Impact of tensor forces on quasifission product yield distributions

TL;DR

This study uses microscopic TDHF theory to analyze how tensor forces affect quasifission product yields in heavy-ion collisions, revealing that tensor interactions influence shell effects and fragment distributions depending on the interaction parametrization.

Contribution

It provides new insights into the role of tensor forces in quasifission processes and compares different effective interaction parametrizations to understand their impact on fragment distributions.

Findings

Tensor forces affect shell effects in quasifission yields.

Different interaction parametrizations show varying shell effect prominence.

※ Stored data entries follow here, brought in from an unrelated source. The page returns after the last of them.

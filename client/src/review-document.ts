/**
 * The review of the revision on screen: loads it (`GET …/revisions/{rev}`
 * carries `review`) whenever the model, the revision or the live stream's
 * count changes, and sends a reviewer's state change. Holds what the review
 * panel and the report head show; an older server's answer has no review, and
 * then there is nothing to show.
 */
import type { ReactiveController, ReactiveControllerHost } from 'lit';
import { ApiError, api } from './api.js';
import { postReview } from './review-api.js';
import { type Review, readReview } from './review-types.js';
import { type ReviewAction, type ReviewErrorView, reviewErrorView } from './review-rules.js';

/** Which revision is on screen: a saved model's id (null for none), the revision, the live count. */
export interface ReviewSubject {
  readonly id: string | null;
  readonly revision: number;
  readonly tick: number;
}

/** What the controller needs from its host. */
export interface ReviewView {
  subject(): ReviewSubject;
  /** Asks for a sign-in on a 401; true when it did. */
  auth(e: unknown): boolean;
  /** A short message to the user. */
  say(text: string): void;
}

export class ReviewDocumentController implements ReactiveController {
  /** The review of the revision on screen, or null (not saved, not loaded yet, or an older server). */
  review: Review | null = null;
  /** Who saved the revision on screen. */
  author = '';
  /** A review request is under way. */
  busy = false;
  /** The last refusal, in plain words, or null. */
  error: ReviewErrorView | null = null;

  private readonly host: ReactiveControllerHost;
  private readonly view: ReviewView;
  private key = '';
  private revisionKey = '';

  constructor(host: ReactiveControllerHost, view: ReviewView) {
    this.host = host;
    this.view = view;
    host.addController(this);
  }

  hostUpdated(): void {
    const s = this.view.subject();
    const revisionKey = s.id ? `${s.id}@${s.revision}` : '';
    const key = `${revisionKey}#${s.tick}`;
    if (key === this.key) return;
    this.key = key;
    if (revisionKey !== this.revisionKey) {
      // Another revision: nothing of the old one stays on screen.
      this.revisionKey = revisionKey;
      this.review = null;
      this.author = '';
      this.error = null;
      this.host.requestUpdate();
    }
    if (s.id) void this.load(s.id, s.revision, key);
  }

  /** Asks the server for a state change of the revision on screen. */
  async submit(state: ReviewAction, note: string): Promise<void> {
    const s = this.view.subject();
    if (!s.id || this.busy) return;
    const key = this.key;
    this.busy = true;
    this.error = null;
    this.host.requestUpdate();
    try {
      const review = await postReview(s.id, s.revision, state, note);
      if (this.key !== key) return;
      if (review) this.review = review;
      else await this.load(s.id, s.revision, key);
      this.view.say(`Revision ${s.revision} ${state}.`);
    } catch (e) {
      if (this.view.auth(e)) return;
      const err = e instanceof ApiError ? e : new ApiError(0, 'SN_NETWORK', e instanceof Error ? e.message : String(e));
      this.error = reviewErrorView(err, s.revision);
      if (this.error.reload && this.key === key) await this.load(s.id, s.revision, key);
    } finally {
      this.busy = false;
      this.host.requestUpdate();
    }
  }

  private async load(id: string, revision: number, key: string): Promise<void> {
    try {
      const stored = await api.getRevision(id, revision);
      if (this.key !== key) return;
      this.review = readReview(stored);
      this.author = stored.author;
    } catch (e) {
      if (this.key !== key) return;
      if (this.view.auth(e)) return;
      // The document itself loaded: a failed review load leaves the panel empty, not an error of the page.
      this.review = null;
    }
    this.host.requestUpdate();
  }
}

Shell effects are sensitive to specific regions of the tensor coupling constant space.

Abstract

We employ the microscopic time-dependent Hartree-Fock (TDHF) theory to study the 48Ca+249Bk and 48Ti+238U systems, taking into account the dependence on orientation for deformed nuclei and full range of impact parameters. By analyzing fragment distributions of neutron and proton numbers, we assess the influence of different isoscalar and isovector tensor coupling constants of the effective nucleon-nucleon interaction. The quasifission yield distributions of 48Ca + 249Bk collision system utilizing SLy5t and T31 parametrizations exhibit more pronounced spherical shell effects compared to those using SLy5, T44 and T62 sets. Furthermore, within each parametrization group, the distributions for SLy5t and T31 are closely aligned, as are those for SLy5, T44, and T62. Similarly, the yield distributions for the 48Ti + 238U system using SLy5t and T31 also reflect the more pronounced spherical shell effects relative to SLy5 and T62, while the charge distribution shows much better agreement with experimental results for the SLy5t and T62 parametrizations compared to SLy5 and T31. The yield distributions for the 48Ca+249Bk and 48Ti+238U systems, when compared across the SLy5, SLy5t, T31, T44, and T62 parametrizations, indicate that the influence of tensor forces on quasifission fragments is reflected in the prominence of shell effects. This influence appears to be sensitive only in specific regions within the isoscalar and isovector coupling constant parameter space. In the 48Ti + 238U system, the prominence of shell effects is manifested not only through shifts in peak positions but also through narrower yield distributions.